In Pyro, how do infer continuous params in a training step, then a discrete latent conditional on first step?

osazuwa · June 4, 2021, 10:59am

This is an embarrassingly question. But I’m developing course lectures and want to make sure I teach student best practices instead of what’s right to me.

Imagine this were the true DGP

def true_dgp(jenny_inclination, brian_inclination, window_strength):
    # input variables are numbers between 0 and 1
    jenny_throws_ball = jenny_inclination > 0.2
    brian_throws_ball = brian_inclination > 0.8
    if jenny_throws_ball and brian_throws_ball:
        strength_of_impact = 0.8
    elif jenny_throws_ball or brian_throws_ball:
        strength_of_impact = 0.6
    else:
        strength_of_impact = 0.0
    window_breaks = window_strength < strength_of_impact
    return jenny_throws_ball, brian_throws_ball, window_breaks

Above, jenny_inclination, brian_inclination, and window_strength are uniformly distributed 0 and 1.
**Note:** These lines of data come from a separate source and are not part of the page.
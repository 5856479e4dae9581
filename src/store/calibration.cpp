#include "store/calibration.hpp"

#include <SQLiteCpp/Statement.h>

#include "store/columns.hpp"
#include "store/repository.hpp"

namespace plumb::store {
namespace {

using nlohmann::json;

Value text_or_null(const std::optional<std::string>& s) { return s ? Value(*s) : Value(); }
std::optional<std::string> optional_text(const SQLite::Column& c) {
  if (c.isNull()) return std::nullopt;
  return c.getString();
}
}  // namespace

namespace {

constexpr const char* settings_select =
    "SELECT id, instrument_id, accuracy_class, verification_interval_g, tolerance, lab_limit_g, lab_percent, "
    "decision_rule, calibrate_every, effective_on, created_at, created_by FROM balance_calibration_settings";

CalibrationSettings settings_from(SQLite::Statement& q) {
  CalibrationSettings s;
  s.id = q.getColumn(0).getInt64();
  s.instrument_id = q.getColumn(1).getString();
  s.accuracy_class = optional_text(q.getColumn(2));
  if (!q.getColumn(3).isNull()) s.verification_interval = stored_grams(q.getColumn(3));
  s.tolerance = q.getColumn(4).getString();
  if (!q.getColumn(5).isNull()) s.lab_limit = stored_grams(q.getColumn(5));
  if (!q.getColumn(6).isNull()) s.lab_percent = Decimal::parse(q.getColumn(6).getString());
  s.decision_rule = q.getColumn(7).getString();
  s.calibrate_every = Interval::parse(q.getColumn(8).getString());
  s.effective_on = parse_date(q.getColumn(9).getString());
  s.created_at = q.getColumn(10).getString();
  s.created_by = q.getColumn(11).getString();
  return s;
}

}  // namespace

std::optional<CalibrationSettings> find_calibration_settings(SQLite::Database& db, const std::string& instrument_id) {
  SQLite::Statement q(db, std::string(settings_select) + " WHERE instrument_id = ? ORDER BY id DESC LIMIT 1");
  q.bind(1, instrument_id);
  if (!q.executeStep()) return std::nullopt;
  return settings_from(q);
}

std::map<std::string, CalibrationSettings> all_current_calibration_settings(SQLite::Database& db) {
  SQLite::Statement q(db, std::string(settings_select) +
                              " WHERE id IN (SELECT max(id) FROM balance_calibration_settings GROUP BY instrument_id)");
  std::map<std::string, CalibrationSettings> out;
  while (q.executeStep()) {
    CalibrationSettings s = settings_from(q);
    std::string id = s.instrument_id;
    out.emplace(std::move(id), std::move(s));
  }
  return out;
}

std::int64_t add_calibration_settings(Recorder& rec, const CalibrationSettings& s) {
  return rec.insert(
      "balance_calibration_settings",
      {{"instrument_id", s.instrument_id},
       {"accuracy_class", text_or_null(s.accuracy_class)},
       {"verification_interval_g", s.verification_interval ? Value(s.verification_interval->in_grams().to_string())
                                                           : Value()},
       {"tolerance", s.tolerance},
       {"lab_limit_g", s.lab_limit ? Value(s.lab_limit->in_grams().to_string()) : Value()},
       {"lab_percent", s.lab_percent ? Value(s.lab_percent->to_string()) : Value()},
       {"decision_rule", s.decision_rule},
       {"calibrate_every", s.calibrate_every.to_string()},
       {"effective_on", to_string(s.effective_on)},
       {"created_at", rec.now()},
       {"created_by", rec.actor().name}},
      {"id"}, "calibration settings");
}

void add_calibration_details(RowGroup& group, const CalibrationRunDetails& d) {
  group.insert("calibration_runs",
             {{"run_id", d.run_id},
              {"settings_id", d.settings_id},
              {"model", d.model},
              {"temperature_c", text_or_null(d.temperature_c)},
              {"pressure_hpa", text_or_null(d.pressure_hpa)},
              {"humidity_pct", text_or_null(d.humidity_pct)},
              {"air_density_kg_m3", d.air_density_kg_m3},
              {"u_air_density", d.u_air_density},
              {"air_method", d.air_method},
              {"as_found_state", d.as_found_state},
              {"as_left_state", text_or_null(d.as_left_state)}},
             {"run_id"});
  for (const auto& l : d.loads) {
    group.insert("calibration_loads",
               {{"run_id", d.run_id},
                {"stage", l.stage},
                {"part", l.part},
                {"load_no", l.load_no},
                {"combination", l.combination},
                {"nominal_g", l.nominal.in_grams().to_string()},
                {"conventional_g", l.conventional.in_grams().to_string()}},
               {"run_id", "stage", "part", "load_no"});
    int item = 1;
    for (const auto& w : l.weights)
      group.insert("calibration_load_weights",
                 {{"run_id", d.run_id},
                  {"stage", l.stage},
                  {"part", l.part},
                  {"load_no", l.load_no},
                  {"item", item++},
                  {"weight_id", w.weight_id},
                  {"weight_calibration_id", w.weight_calibration_id}},
                 {"run_id", "stage", "part", "load_no", "item"});
  }
  for (const auto& p : d.places)
    group.insert("calibration_readings",
               {{"run_id", d.run_id},
                {"seq", p.seq},
                {"stage", p.stage},
                {"part", p.part},
                {"load_no", p.load_no},
                {"position", text_or_null(p.position)},
                {"direction", text_or_null(p.direction)}},
               {"run_id", "seq"});
}

std::optional<CalibrationRunDetails> find_calibration_details(SQLite::Database& db, std::int64_t run_id) {
  SQLite::Statement q(
      db,
      "SELECT settings_id, model, temperature_c, pressure_hpa, humidity_pct, air_density_kg_m3, "
      "u_air_density, air_method, as_found_state, as_left_state FROM calibration_runs WHERE run_id = ?");
  q.bind(1, run_id);
  if (!q.executeStep()) return std::nullopt;
  CalibrationRunDetails d;
  d.run_id = run_id;
  d.settings_id = q.getColumn(0).getInt64();
  d.model = q.getColumn(1).getString();
  d.temperature_c = optional_text(q.getColumn(2));
  d.pressure_hpa = optional_text(q.getColumn(3));
  d.humidity_pct = optional_text(q.getColumn(4));
  d.air_density_kg_m3 = q.getColumn(5).getString();
  d.u_air_density = q.getColumn(6).getString();
  d.air_method = q.getColumn(7).getString();
  d.as_found_state = q.getColumn(8).getString();
  d.as_left_state = optional_text(q.getColumn(9));
  SQLite::Statement l(db,
                      "SELECT stage, part, load_no, combination, nominal_g, conventional_g FROM calibration_loads "
                      "WHERE run_id = ? ORDER BY stage DESC, part, load_no");
  l.bind(1, run_id);
  while (l.executeStep()) {
    CalibrationLoad load;
    load.stage = l.getColumn(0).getString();
    load.part = l.getColumn(1).getString();
    load.load_no = l.getColumn(2).getInt();
    load.combination = l.getColumn(3).getString();
    load.nominal = stored_grams(l.getColumn(4));
    load.conventional = stored_grams(l.getColumn(5));
    SQLite::Statement w(db,
                        "SELECT weight_id, weight_calibration_id FROM calibration_load_weights WHERE run_id = ? AND "
                        "stage = ? AND part = ? AND load_no = ? ORDER BY item");
    w.bind(1, run_id);
    w.bind(2, load.stage);
    w.bind(3, load.part);
    w.bind(4, load.load_no);
    while (w.executeStep()) load.weights.push_back({w.getColumn(0).getString(), w.getColumn(1).getInt64()});
    d.loads.push_back(std::move(load));
  }
  SQLite::Statement p(
      db,
      "SELECT seq, stage, part, load_no, position, direction FROM calibration_readings WHERE run_id = ? "
      "ORDER BY seq");
  p.bind(1, run_id);
  while (p.executeStep())
    d.places.push_back({p.getColumn(0).getInt(), p.getColumn(1).getString(), p.getColumn(2).getString(),
                        p.getColumn(3).getInt(), optional_text(p.getColumn(4)), optional_text(p.getColumn(5))});
  return d;
}

std::vector<WeightCalibration> weight_calibrations_until(SQLite::Database& db, const std::string& weight_id, Date on) {
  SQLite::Statement q(db,
                      "SELECT id FROM weight_calibrations WHERE weight_id = ? AND calibrated_on <= ? "
                      "ORDER BY calibrated_on, id");
  q.bind(1, weight_id);
  q.bind(2, to_string(on));
  std::vector<WeightCalibration> out;
  while (q.executeStep())
    if (auto c = find_weight_calibration(db, q.getColumn(0).getInt64())) out.push_back(*c);
  return out;
}

std::optional<RunRecord> latest_run_by_procedure(SQLite::Database& db, const std::string& instrument_id,
                                                 checks::Procedure procedure, bool include) {
  SQLite::Statement q(db, std::string("SELECT id FROM check_runs WHERE instrument_id = ? AND procedure ") +
                              (include ? "=" : "<>") +
                              " ? AND id NOT IN (SELECT supersedes FROM check_runs WHERE supersedes IS NOT NULL) "
                              "AND id NOT IN (SELECT run_id FROM run_voids) "
                              "ORDER BY performed_on DESC, id DESC LIMIT 1");
  q.bind(1, instrument_id);
  q.bind(2, std::string(checks::to_string(procedure)));
  if (!q.executeStep()) return std::nullopt;
  return find_run(db, q.getColumn(0).getInt64());
}

}  // namespace plumb::store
Here is the model of the DGP.

def model():
    # Priors that represent uncertainty about the parameters in our model
    ρ_a = pyro.sample("ρ_a", pyro.distributions.Beta(1, 1))
    ρ_b = pyro.sample("ρ_b", pyro.distributions.Beta(1, 1))

    # Our symbolic explanation generator of the DGP
    jenny_throws_ball = pyro.sample(
        "jenny_throws_ball", pyro.distributions.Bernoulli(ρ_a)
    )
    brian_throws_ball = pyro.sample(
        "brian_throws_ball", pyro.distributions.Bernoulli(ρ_b)
    )

    ρ_strength_of_impact = 0.0
    if jenny_throws_ball and brian_throws_ball:
        ρ_strength_of_impact = 0.8
    elif jenny_throws_ball or brian_throws_ball:
        ρ_strength_of_impact = 0.4

    window_breaks = pyro.sample(
        "jenny_throws_ball",
        pyro.distributions.Bernoulli(ρ_strength_of_impact)
    )
    return jenny_throws_ball, brian_throws_ball, window_breaks

In my lecture notes, I use trueDGP to sample 100 observations of jenny_throws_ball, brian_throws_ball, window_breaks. Call this training_data. Then we are interested in a post training query, such as P(Jenny threw ball | window is broken). So evidence = {‘window_breaks’: torch.tensor(1)}.

What’s the best way to do this in Pyro? My instinct says condition(condition(model, training_data), evidence) (or use the “obs” argument in pyro.sample for the first condition) and then use Importance sampling?

Though that doesn’t seem wise if the space of the continuous parameters that get optimized in the first condition is complex. Moreover, an ideal workflow would be something that learned the continuous “weight” parameters once, then use that object as an input to an inference algorithm that answers conditional queries defined on jenny_throws_ball, brian_throws_ball, window_breaks that come up later.

I was thinking one could use NUTS or SVI to inferring the continuous parameters, then use that “posterior” object in a guide function targeting the other variables, perhaps using importance sampling?

That seems pretty complicated. Perhaps I do something with the Predictive class? I feel like I’m missing something obvious, sorry.

fritzo · June 8, 2021, 4:02am

Hi @osazuwa! I assume DGP means “data generating process”? I guess each query like P(Jenny threw ball | window is broken) involves different evidence and this requires inference. From Pyro’s perspective there’s no difference between data and evidence, so just as you’ll need fresh inference when data changes, you’ll need fresh inference when evidence changes.

I guess there are a few tactics to make query-time inference cheap. One tactic is to use importance sampling, as you suggest. Another tactic is to either enumerate over evidence (essentially precompute posteriors of all possible evidence) or to amortize. Amortization is probably the most scalable approach if your evidence space is large: you could train a VAE on (data, evidence) pairs where data is fixed and evidence is sampled from a distribution over the kinds of queries you expect (e.g. a uniform distribution).